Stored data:
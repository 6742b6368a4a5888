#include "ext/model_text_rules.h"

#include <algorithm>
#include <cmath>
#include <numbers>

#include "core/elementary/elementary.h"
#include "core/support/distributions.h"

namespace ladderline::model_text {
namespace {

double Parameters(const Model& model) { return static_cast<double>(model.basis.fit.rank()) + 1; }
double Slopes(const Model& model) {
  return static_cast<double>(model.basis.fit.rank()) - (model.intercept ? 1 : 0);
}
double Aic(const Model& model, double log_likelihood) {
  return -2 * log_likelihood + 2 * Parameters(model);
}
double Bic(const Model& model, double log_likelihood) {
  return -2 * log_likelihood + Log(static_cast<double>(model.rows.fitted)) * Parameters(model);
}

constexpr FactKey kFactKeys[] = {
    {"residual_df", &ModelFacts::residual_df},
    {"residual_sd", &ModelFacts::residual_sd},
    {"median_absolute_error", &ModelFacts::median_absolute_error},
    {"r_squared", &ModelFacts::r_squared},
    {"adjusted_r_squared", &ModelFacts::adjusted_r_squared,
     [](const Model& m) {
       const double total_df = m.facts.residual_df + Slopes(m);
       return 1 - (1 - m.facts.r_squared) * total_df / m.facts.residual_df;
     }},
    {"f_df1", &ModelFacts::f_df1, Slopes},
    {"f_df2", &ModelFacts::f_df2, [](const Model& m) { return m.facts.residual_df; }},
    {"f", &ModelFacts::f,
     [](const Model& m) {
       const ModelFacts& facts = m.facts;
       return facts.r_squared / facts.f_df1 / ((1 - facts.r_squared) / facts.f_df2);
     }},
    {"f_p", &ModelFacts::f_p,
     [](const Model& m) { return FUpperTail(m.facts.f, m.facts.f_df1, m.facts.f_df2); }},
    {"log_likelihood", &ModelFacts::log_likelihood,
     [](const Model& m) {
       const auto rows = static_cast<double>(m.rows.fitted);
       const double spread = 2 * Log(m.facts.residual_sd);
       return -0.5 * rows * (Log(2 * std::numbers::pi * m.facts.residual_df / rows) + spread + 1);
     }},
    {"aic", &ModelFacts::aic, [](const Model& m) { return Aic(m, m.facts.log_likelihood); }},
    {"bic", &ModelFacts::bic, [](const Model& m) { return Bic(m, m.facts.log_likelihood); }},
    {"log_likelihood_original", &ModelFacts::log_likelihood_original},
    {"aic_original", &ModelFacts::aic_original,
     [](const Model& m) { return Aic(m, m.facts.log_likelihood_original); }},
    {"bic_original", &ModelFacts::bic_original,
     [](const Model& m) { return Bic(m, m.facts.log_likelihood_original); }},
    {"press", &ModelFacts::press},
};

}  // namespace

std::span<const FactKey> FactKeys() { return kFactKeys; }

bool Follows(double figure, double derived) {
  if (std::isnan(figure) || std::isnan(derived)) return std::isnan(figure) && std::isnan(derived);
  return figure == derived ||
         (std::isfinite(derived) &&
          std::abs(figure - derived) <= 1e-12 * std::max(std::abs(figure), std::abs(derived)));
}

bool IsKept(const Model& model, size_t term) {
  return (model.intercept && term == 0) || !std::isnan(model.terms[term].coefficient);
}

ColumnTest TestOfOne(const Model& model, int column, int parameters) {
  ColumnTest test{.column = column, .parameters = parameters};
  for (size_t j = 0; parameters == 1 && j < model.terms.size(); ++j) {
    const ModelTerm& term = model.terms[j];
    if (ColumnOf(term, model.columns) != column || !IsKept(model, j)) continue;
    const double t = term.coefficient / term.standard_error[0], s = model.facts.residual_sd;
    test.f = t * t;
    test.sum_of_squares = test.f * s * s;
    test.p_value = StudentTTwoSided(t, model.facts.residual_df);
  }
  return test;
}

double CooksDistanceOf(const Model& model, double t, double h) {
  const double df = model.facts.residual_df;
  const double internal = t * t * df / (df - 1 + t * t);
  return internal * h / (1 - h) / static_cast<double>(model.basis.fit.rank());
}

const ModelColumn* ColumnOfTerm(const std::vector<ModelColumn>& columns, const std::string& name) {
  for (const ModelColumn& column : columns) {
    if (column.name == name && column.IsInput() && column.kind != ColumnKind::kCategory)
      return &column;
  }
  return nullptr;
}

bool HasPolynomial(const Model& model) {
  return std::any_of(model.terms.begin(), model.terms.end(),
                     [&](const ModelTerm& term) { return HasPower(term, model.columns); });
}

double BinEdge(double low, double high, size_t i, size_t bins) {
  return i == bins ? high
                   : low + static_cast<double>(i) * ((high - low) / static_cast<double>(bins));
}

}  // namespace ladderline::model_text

Directions for this task:
The answer is every entry, copied word for word.

Reply to the task:
repository 6742b6368a4a5888
#include "ext/model_text_rules.h"

#include <algorithm>
#include <cmath>
#include <numbers>

#include "core/elementary/elementary.h"
#include "core/support/distributions.h"

namespace ladderline::model_text {
namespace {

double Parameters(const Model& model) { return static_cast<double>(model.basis.fit.rank()) + 1; }
double Slopes(const Model& model) {
  return static_cast<double>(model.basis.fit.rank()) - (model.intercept ? 1 : 0);
}
double Aic(const Model& model, double log_likelihood) {
  return -2 * log_likelihood + 2 * Parameters(model);
}
double Bic(const Model& model, double log_likelihood) {
  return -2 * log_likelihood + Log(static_cast<double>(model.rows.fitted)) * Parameters(model);
}

constexpr FactKey kFactKeys[] = {
    {"residual_df", &ModelFacts::residual_df},
    {"residual_sd", &ModelFacts::residual_sd},
    {"median_absolute_error", &ModelFacts::median_absolute_error},
    {"r_squared", &ModelFacts::r_squared},
    {"adjusted_r_squared", &ModelFacts::adjusted_r_squared,
     [](const Model& m) {
       const double total_df = m.facts.residual_df + Slopes(m);
       return 1 - (1 - m.facts.r_squared) * total_df / m.facts.residual_df;
     }},
    {"f_df1", &ModelFacts::f_df1, Slopes},
    {"f_df2", &ModelFacts::f_df2, [](const Model& m) { return m.facts.residual_df; }},
    {"f", &ModelFacts::f,
     [](const Model& m) {
       const ModelFacts& facts = m.facts;
       return facts.r_squared / facts.f_df1 / ((1 - facts.r_squared) / facts.f_df2);
     }},
    {"f_p", &ModelFacts::f_p,
     [](const Model& m) { return FUpperTail(m.facts.f, m.facts.f_df1, m.facts.f_df2); }},
    {"log_likelihood", &ModelFacts::log_likelihood,
     [](const Model& m) {
       const auto rows = static_cast<double>(m.rows.fitted);
       const double spread = 2 * Log(m.facts.residual_sd);
       return -0.5 * rows * (Log(2 * std::numbers::pi * m.facts.residual_df / rows) + spread + 1);
     }},
    {"aic", &ModelFacts::aic, [](const Model& m) { return Aic(m, m.facts.log_likelihood); }},
    {"bic", &ModelFacts::bic, [](const Model& m) { return Bic(m, m.facts.log_likelihood); }},
    {"log_likelihood_original", &ModelFacts::log_likelihood_original},
    {"aic_original", &ModelFacts::aic_original,
     [](const Model& m) { return Aic(m, m.facts.log_likelihood_original); }},
    {"bic_original", &ModelFacts::bic_original,
     [](const Model& m) { return Bic(m, m.facts.log_likelihood_original); }},
    {"press", &ModelFacts::press},
};

}  // namespace

std::span<const FactKey> FactKeys() { return kFactKeys; }

bool Follows(double figure, double derived) {
  if (std::isnan(figure) || std::isnan(derived)) return std::isnan(figure) && std::isnan(derived);
  return figure == derived ||
         (std::isfinite(derived) &&
          std::abs(figure - derived) <= 1e-12 * std::max(std::abs(figure), std::abs(derived)));
}

bool IsKept(const Model& model, size_t term) {
  return (model.intercept && term == 0) || !std::isnan(model.terms[term].coefficient);
}

ColumnTest TestOfOne(const Model& model, int column, int parameters) {
  ColumnTest test{.column = column, .parameters = parameters};
  for (size_t j = 0; parameters == 1 && j < model.terms.size(); ++j) {
    const ModelTerm& term = model.terms[j];
    if (ColumnOf(term, model.columns) != column || !IsKept(model, j)) continue;
    const double t = term.coefficient / term.standard_error[0], s = model.facts.residual_sd;
    test.f = t * t;
    test.sum_of_squares = test.f * s * s;
    test.p_value = StudentTTwoSided(t, model.facts.residual_df);
  }
  return test;
}

double CooksDistanceOf(const Model& model, double t, double h) {
  const double df = model.facts.residual_df;
  const double internal = t * t * df / (df - 1 + t * t);
  return internal * h / (1 - h) / static_cast<double>(model.basis.fit.rank());
}

const ModelColumn* ColumnOfTerm(const std::vector<ModelColumn>& columns, const std::string& name) {
  for (const ModelColumn& column : columns) {
    if (column.name == name && column.IsInput() && column.kind != ColumnKind::kCategory)
      return &column;
  }
  return nullptr;
}

bool HasPolynomial(const Model& model) {
  return std::any_of(model.terms.begin(), model.terms.end(),
                     [&](const ModelTerm& term) { return HasPower(term, model.columns); });
}

double BinEdge(double low, double high, size_t i, size_t bins) {
  return i == bins ? high
                   : low + static_cast<double>(i) * ((high - low) / static_cast<double>(bins));
}

}  // namespace ladderline::model_text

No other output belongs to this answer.